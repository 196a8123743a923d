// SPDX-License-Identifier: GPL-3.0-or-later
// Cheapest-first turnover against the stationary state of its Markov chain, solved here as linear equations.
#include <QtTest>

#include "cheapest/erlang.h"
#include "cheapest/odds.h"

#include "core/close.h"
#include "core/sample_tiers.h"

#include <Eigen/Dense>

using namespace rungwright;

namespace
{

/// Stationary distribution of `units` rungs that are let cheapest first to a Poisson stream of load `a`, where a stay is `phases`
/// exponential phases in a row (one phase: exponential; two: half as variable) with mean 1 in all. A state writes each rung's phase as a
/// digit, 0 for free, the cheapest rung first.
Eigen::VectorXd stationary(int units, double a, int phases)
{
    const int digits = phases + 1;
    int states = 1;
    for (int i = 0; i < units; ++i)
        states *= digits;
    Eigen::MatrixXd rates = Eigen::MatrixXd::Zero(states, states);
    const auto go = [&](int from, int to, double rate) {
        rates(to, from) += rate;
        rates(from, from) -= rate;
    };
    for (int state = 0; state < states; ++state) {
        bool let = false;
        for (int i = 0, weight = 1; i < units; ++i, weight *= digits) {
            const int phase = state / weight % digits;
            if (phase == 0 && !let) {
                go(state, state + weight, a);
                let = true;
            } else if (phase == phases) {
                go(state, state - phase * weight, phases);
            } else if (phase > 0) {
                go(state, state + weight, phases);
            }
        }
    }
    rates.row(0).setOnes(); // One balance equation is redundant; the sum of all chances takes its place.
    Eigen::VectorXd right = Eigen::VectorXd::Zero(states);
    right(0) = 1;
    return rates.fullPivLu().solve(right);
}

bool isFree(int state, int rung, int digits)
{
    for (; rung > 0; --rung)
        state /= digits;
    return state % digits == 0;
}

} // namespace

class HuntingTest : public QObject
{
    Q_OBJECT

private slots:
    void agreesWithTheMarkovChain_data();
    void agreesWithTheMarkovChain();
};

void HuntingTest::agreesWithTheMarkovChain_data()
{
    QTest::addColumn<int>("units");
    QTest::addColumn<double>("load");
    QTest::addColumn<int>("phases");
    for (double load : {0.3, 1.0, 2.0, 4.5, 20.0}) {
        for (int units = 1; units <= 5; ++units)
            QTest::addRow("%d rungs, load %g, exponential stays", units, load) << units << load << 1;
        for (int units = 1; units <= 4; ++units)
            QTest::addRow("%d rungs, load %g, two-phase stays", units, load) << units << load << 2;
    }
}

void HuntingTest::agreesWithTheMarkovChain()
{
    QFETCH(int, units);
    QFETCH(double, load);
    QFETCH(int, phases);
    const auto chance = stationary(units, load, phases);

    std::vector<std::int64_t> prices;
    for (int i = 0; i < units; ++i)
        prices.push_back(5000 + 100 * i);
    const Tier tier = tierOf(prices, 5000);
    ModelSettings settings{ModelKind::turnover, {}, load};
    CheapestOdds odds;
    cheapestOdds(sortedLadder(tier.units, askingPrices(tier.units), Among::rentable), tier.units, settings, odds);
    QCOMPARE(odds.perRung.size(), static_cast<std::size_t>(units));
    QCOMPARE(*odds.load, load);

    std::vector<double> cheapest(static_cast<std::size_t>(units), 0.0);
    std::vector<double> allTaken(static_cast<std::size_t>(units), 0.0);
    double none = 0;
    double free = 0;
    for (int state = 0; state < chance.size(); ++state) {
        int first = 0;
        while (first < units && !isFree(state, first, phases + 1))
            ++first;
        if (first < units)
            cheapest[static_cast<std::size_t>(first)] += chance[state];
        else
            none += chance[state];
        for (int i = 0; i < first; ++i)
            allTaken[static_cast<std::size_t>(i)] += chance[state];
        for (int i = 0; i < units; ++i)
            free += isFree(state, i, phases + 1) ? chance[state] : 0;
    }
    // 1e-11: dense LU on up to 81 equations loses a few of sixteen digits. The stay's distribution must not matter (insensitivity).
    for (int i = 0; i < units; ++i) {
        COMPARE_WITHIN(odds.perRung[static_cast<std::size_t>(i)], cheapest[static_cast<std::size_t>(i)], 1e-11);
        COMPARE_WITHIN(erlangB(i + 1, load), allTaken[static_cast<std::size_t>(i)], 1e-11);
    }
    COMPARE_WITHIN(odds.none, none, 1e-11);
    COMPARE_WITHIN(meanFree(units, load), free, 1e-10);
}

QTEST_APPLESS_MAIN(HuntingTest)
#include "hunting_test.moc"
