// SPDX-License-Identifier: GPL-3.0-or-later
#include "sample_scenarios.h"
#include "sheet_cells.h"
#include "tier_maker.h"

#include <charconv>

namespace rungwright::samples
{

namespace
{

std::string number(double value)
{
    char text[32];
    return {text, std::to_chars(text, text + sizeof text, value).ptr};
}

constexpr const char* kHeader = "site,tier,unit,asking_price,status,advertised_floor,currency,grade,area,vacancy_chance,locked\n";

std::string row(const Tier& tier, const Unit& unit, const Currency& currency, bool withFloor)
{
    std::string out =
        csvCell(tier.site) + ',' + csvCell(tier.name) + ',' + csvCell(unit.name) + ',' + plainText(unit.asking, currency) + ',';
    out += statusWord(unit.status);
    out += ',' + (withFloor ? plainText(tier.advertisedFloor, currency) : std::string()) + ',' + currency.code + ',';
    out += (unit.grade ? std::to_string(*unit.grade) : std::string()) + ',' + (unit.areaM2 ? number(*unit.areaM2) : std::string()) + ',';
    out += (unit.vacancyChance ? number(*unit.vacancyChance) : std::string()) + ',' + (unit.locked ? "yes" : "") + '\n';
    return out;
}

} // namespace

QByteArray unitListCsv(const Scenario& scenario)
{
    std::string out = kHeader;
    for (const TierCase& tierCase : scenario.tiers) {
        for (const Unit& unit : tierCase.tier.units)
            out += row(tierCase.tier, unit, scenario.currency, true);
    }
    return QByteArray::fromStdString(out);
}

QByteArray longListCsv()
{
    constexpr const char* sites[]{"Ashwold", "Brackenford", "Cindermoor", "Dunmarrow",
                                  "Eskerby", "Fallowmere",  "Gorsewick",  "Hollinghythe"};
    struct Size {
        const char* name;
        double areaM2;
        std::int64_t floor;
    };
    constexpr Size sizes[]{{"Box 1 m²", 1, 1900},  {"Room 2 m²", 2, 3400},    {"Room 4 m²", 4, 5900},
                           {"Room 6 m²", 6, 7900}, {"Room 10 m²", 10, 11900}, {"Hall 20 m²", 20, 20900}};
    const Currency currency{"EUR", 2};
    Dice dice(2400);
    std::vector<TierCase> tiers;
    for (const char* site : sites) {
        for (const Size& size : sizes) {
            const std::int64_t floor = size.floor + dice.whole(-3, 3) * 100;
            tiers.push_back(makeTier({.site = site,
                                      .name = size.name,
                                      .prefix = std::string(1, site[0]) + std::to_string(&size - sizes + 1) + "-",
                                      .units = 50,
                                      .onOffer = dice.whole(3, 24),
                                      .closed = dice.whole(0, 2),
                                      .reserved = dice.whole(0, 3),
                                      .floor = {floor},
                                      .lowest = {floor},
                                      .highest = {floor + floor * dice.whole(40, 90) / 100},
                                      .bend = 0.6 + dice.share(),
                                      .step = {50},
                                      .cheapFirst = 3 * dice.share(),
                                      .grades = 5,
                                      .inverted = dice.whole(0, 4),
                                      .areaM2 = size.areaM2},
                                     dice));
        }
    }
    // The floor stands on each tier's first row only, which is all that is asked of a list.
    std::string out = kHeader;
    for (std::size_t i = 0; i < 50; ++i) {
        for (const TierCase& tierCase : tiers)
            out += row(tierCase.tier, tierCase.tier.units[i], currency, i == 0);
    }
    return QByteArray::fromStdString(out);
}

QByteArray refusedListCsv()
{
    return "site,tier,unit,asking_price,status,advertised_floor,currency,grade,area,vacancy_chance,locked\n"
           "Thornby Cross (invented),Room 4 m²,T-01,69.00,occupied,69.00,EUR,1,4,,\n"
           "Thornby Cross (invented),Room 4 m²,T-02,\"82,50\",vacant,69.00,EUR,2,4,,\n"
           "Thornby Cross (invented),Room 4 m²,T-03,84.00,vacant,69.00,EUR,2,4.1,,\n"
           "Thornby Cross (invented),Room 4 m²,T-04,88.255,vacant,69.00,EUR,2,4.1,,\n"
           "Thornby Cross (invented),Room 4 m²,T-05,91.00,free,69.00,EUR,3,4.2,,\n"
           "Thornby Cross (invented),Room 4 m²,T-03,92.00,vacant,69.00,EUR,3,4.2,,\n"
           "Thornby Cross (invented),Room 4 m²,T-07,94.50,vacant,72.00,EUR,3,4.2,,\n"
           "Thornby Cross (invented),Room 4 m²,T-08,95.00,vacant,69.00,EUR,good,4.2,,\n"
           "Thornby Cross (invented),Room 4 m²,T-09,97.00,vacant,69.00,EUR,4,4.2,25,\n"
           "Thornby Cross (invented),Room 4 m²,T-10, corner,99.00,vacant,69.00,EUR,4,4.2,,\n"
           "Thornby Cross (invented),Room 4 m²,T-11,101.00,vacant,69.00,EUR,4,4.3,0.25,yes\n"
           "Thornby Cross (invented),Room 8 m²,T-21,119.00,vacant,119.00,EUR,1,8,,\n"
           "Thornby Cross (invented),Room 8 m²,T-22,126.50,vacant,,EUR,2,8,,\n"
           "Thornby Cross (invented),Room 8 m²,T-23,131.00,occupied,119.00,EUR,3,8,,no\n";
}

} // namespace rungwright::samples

○ ○ ○ ○

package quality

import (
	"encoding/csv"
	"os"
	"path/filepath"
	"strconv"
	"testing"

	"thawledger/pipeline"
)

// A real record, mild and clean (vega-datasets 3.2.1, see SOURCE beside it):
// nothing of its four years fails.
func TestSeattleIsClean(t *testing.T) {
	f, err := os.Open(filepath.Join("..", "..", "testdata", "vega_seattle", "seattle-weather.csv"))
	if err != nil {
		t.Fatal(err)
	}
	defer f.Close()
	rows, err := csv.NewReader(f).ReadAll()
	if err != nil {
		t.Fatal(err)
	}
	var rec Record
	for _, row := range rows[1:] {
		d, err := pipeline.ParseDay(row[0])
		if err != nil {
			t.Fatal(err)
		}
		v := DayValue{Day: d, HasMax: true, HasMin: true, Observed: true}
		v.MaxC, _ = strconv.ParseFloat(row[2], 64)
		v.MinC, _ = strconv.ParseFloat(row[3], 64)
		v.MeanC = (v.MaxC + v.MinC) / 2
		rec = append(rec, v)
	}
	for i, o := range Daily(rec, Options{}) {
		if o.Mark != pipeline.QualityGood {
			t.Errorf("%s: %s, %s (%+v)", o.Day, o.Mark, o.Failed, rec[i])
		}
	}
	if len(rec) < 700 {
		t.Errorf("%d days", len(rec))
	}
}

○ ○ ○ ○

— EXERCISE DESCRIPTION —
The answer is the lines above between the line holding "prices.push_back(5000 + 100 * i);" and the line holding "while (first <", inclusive, each written out exactly, and no others.

— ANSWER —
        prices.push_back(5000 + 100 * i);
    const Tier tier = tierOf(prices, 5000);
    ModelSettings settings{ModelKind::turnover, {}, load};
    CheapestOdds odds;
    cheapestOdds(sortedLadder(tier.units, askingPrices(tier.units), Among::rentable), tier.units, settings, odds);
    QCOMPARE(odds.perRung.size(), static_cast<std::size_t>(units));
    QCOMPARE(*odds.load, load);

    std::vector<double> cheapest(static_cast<std::size_t>(units), 0.0);
    std::vector<double> allTaken(static_cast<std::size_t>(units), 0.0);
    double none = 0;
    double free = 0;
    for (int state = 0; state < chance.size(); ++state) {
        int first = 0;
        while (first < units && !isFree(state, first, phases + 1))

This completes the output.